Based on these results it is clear that 12-HOA has two roles in the system H2O–C12E7–12-HOA. On the one hand, it acts as co-surfactant, which results in the stabilization of the lamellar phase Lα and at the same time in the destabilization of the hexagonal phase H1. This effect can be explained by Israelachvili’s packing parameter, which is the ratio of hydrophobic area to the effective hydrophilic head group area [31]. By adding 12-HOA to the system H2O–C12E7, a C18 chain is introduced which increases the volume of the hydrophobic chains. As a consequence, the packing parameter is increased, and the surfactant layer has a lower curvature. This stabilizes the lamellar phase Lα, and simultaneously destabilizes the hexagonal phase H1 [31,32,33]. On the other hand, it seems that at sufficient high gelator concentrations, i.e., for η > 0.025–0.05, the bilayers of the lamellar phase are saturated by 12-HOA and 12-HOA starts to act as gelator. The sol-gel transition temperature of the system H2O–C12E7–12-HOA (η = 0.05) decreases with increasing surfactant concentration γa which can be explained by an increasing surfactant layer at higher surfactant concentrations γa. The higher the surfactant concentrations γa, the more likely 12-HOA is incorporated in the surfactant layer instead of forming the gelator network, which leads to weaker gels with lower sol-gel transition temperatures Tsol-gel. The system H2O–C12E7 thus is a better solvent for 12-HOA at high surfactant concentrations γa than at low ones. This concentration dependence is already evident at the lowest 12-HOA concentration η = 0.015. While the appearance of the lamellar Lα phase at high surfactant mass fractions does not change in the presence of 12-HOA at η = 0.015, the otherwise clear hexagonal H1 phase becomes turbid, which may indicate the start of a gel formation. Therefore, we focused our study on the system H2O–C12E7–12-HOA at η = 0.015, in order to answer the question whether 12-HOA acts as both gelator and co-surfactant already at the lowest 12-HOA mass fraction.

2.2. 2H NMR

We performed 2H NMR measurements in order to complement the visual phase studies of the system H2O–C12E7–12-HOA at η = 0.015 as the determination of the phase boundary of the hexagonal phase H1 at surfactant concentrations γa ≈ 0.40 is difficult by means of visual observation, in particular, in the presence of 12-HOA which makes the sample turbid. For this purpose, H2O needed to be replaced by D2O, which, in turn, requires a phase study of D2O–C12E7. The phase diagram of D2O–C12E7 is available in the Appendix A (Figure A1). It was found that the lyotropic liquid crystalline phases were shifted to slightly smaller surfactant mass fractions γa. Moreover, the phase boundary of the hexagonal phase H1 was shifted by ΔT = 1–2 °C to lower values, whereas the phase boundary of the lamellar phase Lα was shifted to higher temperatures by ΔT = 2–3 °C. The miscibility gap at low surfactant concentrations and at high temperatures was shifted to lower temperatures by ΔT = 2–3 °C, i.e., it seems that the surfactant is more hydrophobic in the presence of D2O [29]. The temperature shifts caused by replacing H2O by D2O are the same for the systems without and with 12-HOA. We performed temperature dependent 2H NMR measurements at γa = 0.37 and 0.38 for the system D2O–C12E7 and at γa = 0.36 and 0.38 for the system D2O–C12E7–12-HOA (η = 0.015). In the following, we will discuss the 2H NMR spectra of the systems D2O–C12E7 and D2O–C12E7–12-HOA (η = 0.015) at γa = 0.38. The spectra of the systems D2O–C12E7 at γa = 0.37 and D2O–C12E7–12-HOA (η = 0.015) at γa = 0.36 are shown in the Appendix A (Figure A2).

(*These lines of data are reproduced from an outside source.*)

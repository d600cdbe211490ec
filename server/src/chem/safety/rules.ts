/**
 * Dangerous pairs: which reactive groups (groups.ts) react dangerously together, what forms, what harm it
 * does, the usual advice, and where the rule comes from. Each rule is data; hazards.ts applies them.
 *
 * Sources, named per rule: Bretherick's Handbook of Reactive Chemical Hazards (P. G. Urben, ed., 8th ed.,
 * Elsevier 2017), by the entry the rule rests on; Prudent Practices in the Laboratory (National Research
 * Council, 2011), chapter 6 and its table of incompatible chemicals; and, where named, regulations that
 * exist because of the pair. EVERY RULE IS FROM MEMORY of those works (none was at hand when the table was
 * typed), and says so.
 *
 * Conditions (all must hold for the rule to apply):
 * - `acidBelowPH`: the gas forms from the acid-sensitive side when the batch is acid enough. The batch's
 *   pH decides where one is known (from the solution chemistry, or the safety reading's own estimate for
 *   a batch with water): the rule applies below that pH, whatever acid brought it there. In a batch with
 *   no water (a dry mix) the pair alone decides (moisture or later dissolving brings them together).
 * - `dry`: only in a batch with no water (a powder or liquid blend of the reagents themselves).
 * - `concentrated`: the named side makes up at least this mass fraction of the whole batch.
 * - `bothConcentrated`: both sides as supplied are concentrated (an acid of 30 % or more, a solid base or
 *   one of 30 % or more): their meeting, not the batch, is the danger.
 * - `water`: side b is the batch's water (an aqueous batch).
 *
 * Left out on purpose (the cautions of the card cover them, or they are the point of the recipe): carbon
 * dioxide from carbonates with acids (foaming; pressure in a closed vessel), hydrofluoric acid from
 * fluorides with strong acids (pickling and conversion baths hold it by design), and the dilution of a
 * single concentrated acid or base (the heat reading, heat.ts, gives its temperature rise and advice).
 */
import type { ReactiveGroup } from './groups';

/** What forms, as a stable kebab-case key (the `kind` of a hazard). */
export type HazardKind =
  | 'chlorine'
  | 'chloramines'
  | 'chloroform'
  | 'chlorine-dioxide'
  | 'cyanogen-chloride'
  | 'hydrogen-cyanide'
  | 'hydrogen-sulfide'
  | 'sulfur-dioxide'
  | 'nitrogen-oxides'
  | 'hydrazoic-acid'
  | 'nitrosamines'
  | 'bis-chloromethyl-ether'
  | 'hydrogen'
  | 'oxygen'
  | 'fire-explosion'
  | 'explosive-compound'
  | 'violent-reaction'
  | 'violent-heat'
  | 'water-reactive';

/** The harm, in one of a few plain classes. */
export type HarmClass = 'toxic gas' | 'fire or explosion' | 'explosive compound' | 'violent reaction' | 'flammable gas' | 'carcinogen';

export interface Side {
  groups: readonly ReactiveGroup[];
  /** Only members with one of these tags (a member's `tag` may hold several, separated by spaces). */
  tags?: readonly string[];
  /** Not members with one of these tags. */
  notTags?: readonly string[];
  /** Only members of these elements (metals, heavy-metal salts). */
  elements?: readonly string[];
  /** Only acids whose strongest proton has a pKa below this. */
  maxPKa?: number;
}

export interface Conditions {
  acidBelowPH?: number;
  dry?: true;
  concentrated?: { side: 'a' | 'b'; minFraction: number };
  bothConcentrated?: true;
  water?: true;
}

export interface PairRule {
  id: string;
  a: Side;
  /** Absent for `water` rules: the other party is the batch's water. */
  b?: Side;
  kind: HazardKind;
  harmClass: HarmClass;
  /** What forms, in plain words. */
  product: string;
  /** What it does to people or things, in plain words. */
  harm: string;
  /** The usual advice. */
  advice: string;
  source: string;
  when?: Conditions;
  /** One substance carrying both sides (a silver ammine, lead azide) counts. */
  self?: true;
}

const ACIDS: readonly ReactiveGroup[] = ['strong-acid', 'acid'];
const BRETHERICK = (entry: string) => `Bretherick's Handbook of Reactive Chemical Hazards (8th ed., 2017), ${entry}; from memory`;
const PRUDENT = 'Prudent Practices in the Laboratory (NRC, 2011), ch. 6, incompatible chemicals; from memory';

In the anisotropic hexagonal phase H1, the quadrupolar 2H nucleus with a spin quantum number I = 1 shows a splitting which depends on the local orientation order of the D2O molecules, as well as on the orientation of the director of the hexagonal phase with respect to the magnetic field. The D2O molecules are on average slightly aligned, since they interact with the aligned surfactant molecules resulting in a non-zero residual quadrupole coupling. Hexagonal phases H1 are not macroscopically aligned by the magnetic field, because of their high viscosity, i.e., domains with all possible orientations of the hexagonal axis are present in the sample. The superposition of the spectral contributions from all domains leads to a characteristic line shape, called the Pake powder pattern [34]. On the contrary, isotropic phases are indicated by a single peak, since the temporal average over the random orientations of the molecules, which have no preferred orientation with respect to the magnetic field eliminates the quadrupole coupling.

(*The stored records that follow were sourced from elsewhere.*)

/**
 * What the hover shows first: the formula's identity (formula, name where the reading makes it plain,
 * molar mass) and its charge verdict, then composition, one line each for bonding and lattice energy,
 * the details below the rule; on a batch line, the mass to weigh and, with a volume, g/L of the salt and
 * of its metal. One caution disclaimer per hover.
 * Reference values: IUPAC/CIAAW 2021 abridged standard atomic weights (Ni 58.693, S 32.06, O 15.999,
 * H 1.008).
 */
import { describe, expect, it } from 'vitest';
import { analyseFormula } from '../../server/src/chem/analyse';
import { CAUTION_FOOTNOTE } from '../../server/src/chem/cautions';
import { cardText } from '../../server/src/service/card';
import { analyseDocument } from '../../server/src/service/document';
import { formulaCardMarkdown, hover } from '../../server/src/service/hover';
import { nameOf as knownName } from '../../server/src/chem/names';
import { DEFAULT_SETTINGS } from '../../server/src/service/settings';

const hoverAt = (src: string) => {
  const offset = src.indexOf('|');
  const doc = analyseDocument(src.slice(0, offset) + src.slice(offset + 1), 'markdown');
  return hover(doc, offset)?.markdown ?? '';
};

const count = (text: string, part: string) => text.split(part).length - 1;

describe('the formula hover', () => {
  const md = formulaCardMarkdown(analyseFormula('NiSO4·6H2O'), DEFAULT_SETTINGS);
  const [above, below] = md.split('\n---\n');

  it('leads with formula, name and molar mass, then the charge verdict', () => {
    // 58.693 + 32.06 + 4 × 15.999 + 6 × (2 × 1.008 + 15.999) = 262.84 (CIAAW 2021)
    expect(md.split('\n')[0]).toBe('**NiSO₄·6H₂O** · nickel(II) sulfate hexahydrate · **262.84 g/mol**');
    expect(md.split('\n')[2]).toMatch(/^✓ Balanced: Ni²⁺ \+ SO₄²⁻/);
  });

  it('puts composition before bonding and lattice energy, one line each, and the details below the rule', () => {
    const lines = above.split('\n').filter(Boolean);
    const at = (re: RegExp) => lines.findIndex((l) => re.test(l));
    expect(at(/^Composition: /)).toBeGreaterThan(at(/^✓ Balanced/));
    expect(at(/^Bonding: /)).toBeGreaterThan(at(/^Composition: /));
    expect(lines.filter((l) => /^Bonding: /.test(l))).toHaveLength(1);
    expect(lines.filter((l) => /^Lattice energy /.test(l))).toHaveLength(1);
    expect(above).not.toContain('Inputs:');
    expect(below).toContain('Inputs:');
    expect(below).toContain('Hill H12NiO10S');
  });

  it('carries one caution disclaimer', () => {
    expect(count(md, CAUTION_FOOTNOTE)).toBe(1);
    expect(md).toContain('nickel compound');
  });

  it('names only what the reading makes plain (IUPAC 2005 stoichiometric names)', () => {
    expect(knownName(analyseFormula('CuSO4·5H2O'))).toBe('copper(II) sulfate pentahydrate');
    expect(knownName(analyseFormula('NaCl'))).toBe('sodium chloride');
    expect(knownName(analyseFormula('FeCl3'))).toBe('iron(III) chloride');
    expect(knownName(analyseFormula('SO4^2-'))).toBe('sulfate');
    expect(knownName(analyseFormula('Fe3O4'))).toBeUndefined(); // mixed valence: no single Stock number
    expect(knownName(analyseFormula('C6H12O6'))).toBeUndefined();
    expect(knownName(analyseFormula('KAl(SO4)2·12H2O'))).toBeUndefined(); // two cations: not guessed
  });

  it('offers the corrected formula in Unicode notation', () => {
    expect(formulaCardMarkdown(analyseFormula('CaNO3'), DEFAULT_SETTINGS)).toContain('Try **Ca(NO₃)₂**');
  });
});

describe('the batch-line hover', () => {
  const NOTE = '# EN-2 (invented)\n\n```batch\nname: EN-2 make-up\nvolume: 1 L\nNiSO4·6H2O 240 g\nNaH2PO2·H2O 30 g\nPb(NO3)2 2 mg\n```\n';

  it('gives g/L of the salt and of its metal where the batch has a volume', () => {
    const md = hoverAt(NOTE.replace('NiSO4·6H2O 240', 'NiSO4·6H2|O 240'));
    // 240 g in 1 L: 240 g/L of the salt; Ni 240 × 58.693 / 262.85 = 53.59 g/L (by hand, CIAAW 2021 weights).
    expect(md).toContain('**240 g/L** NiSO₄·6H₂O · **53.6 g/L** Ni');
    expect(md.split('\n')[0]).toBe('**NiSO₄·6H₂O** · nickel(II) sulfate hexahydrate · 240 g');
    expect(md.split('\n')[2]).toMatch(/^weigh \*\*240 g\*\*/);
  });

  it('has no g/L without a final volume', () => {
    const md = hoverAt('```batch\nNa|Cl 5 g\n```\n');
    expect(md).not.toContain('g/L');
  });

  it('mg/L below 1 g/L, for the salt and its metal', () => {
    // 2 mg Pb(NO3)2 in 1 L: Pb 2 × 207.2 / 331.2 = 1.25 mg/L (CIAAW 2021: Pb 207.2), below 1 g/L in mg/L;
    // the mass to weigh as a balance shows it.
    const md = hoverAt(NOTE.replace('Pb(NO3)2', 'Pb(NO|3)2'));
    expect(md).toContain('**2 mg/L** Pb(NO₃)₂ · **1.25 mg/L** Pb');
    expect(md).toContain('weigh **2 mg**');
  });

  it('names each metal of a double salt', () => {
    // 10 g KAl(SO4)2·12H2O (474.37 g/mol) in 1 L: K 10 × 39.098 / 474.37 = 824 mg/L, Al 10 × 26.982 / 474.37 = 569 mg/L (by hand, CIAAW 2021)
    const md = hoverAt('```batch\nvolume: 1 L\nKAl(SO4)2·12H|2O 10 g\n```\n');
    expect(md).toContain('**10 g/L** KAl(SO₄)₂·12H₂O · **824 mg/L** K · **569 mg/L** Al');
  });

  it('shows the caution disclaimer once, also in the batch summary with several hazardous substances', () => {
    const line = hoverAt(NOTE.replace('Pb(NO3)2', 'Pb(NO|3)2'));
    expect(count(line, CAUTION_FOOTNOTE)).toBe(1);
    const summary = hoverAt(NOTE.replace('```batch', '```ba|tch'));
    expect(count(summary, CAUTION_FOOTNOTE)).toBe(1);
    expect(summary).toContain('lead compound');
    expect(summary).toContain('nickel compound');
  });
});

describe('oxidation states by site', () => {
  // NH4NO3: N −3 in the ammonium ion, +5 in the nitrate ion (IUPAC Red Book 2005, IR-4.6.1: oxidation
  // numbers are assigned per atom; the average +1 is not a state any N atom has).
  it('the hover and the text card give a split element by site, never only its average', () => {
    const a = analyseFormula('NH4NO3');
    const md = formulaCardMarkdown(a, DEFAULT_SETTINGS);
    expect(md).toContain('Oxidation states: H +1, N −3 in NH₄⁺ and +5 in NO₃⁻, O −2');
    expect(md).not.toMatch(/N \+1\b/);
    expect(cardText(a)).toContain('oxidation       H +1, N −3 in NH₄⁺ and +5 in NO₃⁻, O −2');
    // Fe3O4: one Fe²⁺ and two Fe³⁺ (magnetite, an inverse spinel; Greenwood & Earnshaw, from memory).
    expect(cardText(analyseFormula('Fe3O4'))).toContain('Fe +2 in Fe²⁺ and +3 in 2 Fe³⁺');
  });
});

In Figure 2a, the 2H NMR spectra of the system D2O–C12E7 at γa = 0.38 as a function of temperature are shown. The bottom two spectra show the Pake powder pattern with two inner peaks and two outer shoulders, corresponding to domains with the hexagonal axis perpendicular and parallel to the magnetic field, respectively. The shape of the Pake pattern represents the isotropic distribution of domains in a macroscopically unaligned sample. As we studied the system D2O–C12E7 by means of visual observation, and since the general phase behavior is known in literature, the splitting can be assigned to the hexagonal phase H1. The spectrum at T = 33 °C shows an additional peak that can be assigned to an isotropic phase that coexists with the hexagonal phase. The two phase region can be detected up to T = 40 °C, though the peaks that indicate the hexagonal phase are at minimum intensity. At T = 41 °C the single peak corresponds to an isotropic phase, therefore this temperature is set as phase transition temperature from the hexagonal phase H1 to the isotropic phase. The 2H NMR spectra of the system D2O–C12E7 at γa = 0.37 shown in the Appendix A indicate that the system consists of an isotropic and a hexagonal phase H1 from room temperature up to T = 42 °C.
The respective temperature dependent 2H NMR spectra of the system D2O–C12E7–12-HOA (η = 0.015) at γa = 0.38 are shown in Figure 2b. As opposed to the spectra of the system D2O–C12E7, the line shape is less sharp in the presence of 12-HOA, though the general phase behavior is maintained in presence of 12-HOA, but shifted to lower temperatures by ΔT = 8 °C, which is in accordance with the visual phase studies. At T = 25 °C up to T = 31 °C again the Pake pattern can be observed and can also be assigned to the hexagonal phase H1. At T > 32 °C an additional peak occurs, which can be assigned to the isotropic phase. At T = 34 °C, the Pake spectrum is still visible, indicating that the system is still in the two phase region. The phase transition temperature from the hexagonal phase H1 to the isotropic phase was set to T = 35 °C—since a single peak, indicative of a pure isotropic phase, was recorded. In the Appendix A the spectra of the 12-HOA containing sample at γa = 0.36 are shown.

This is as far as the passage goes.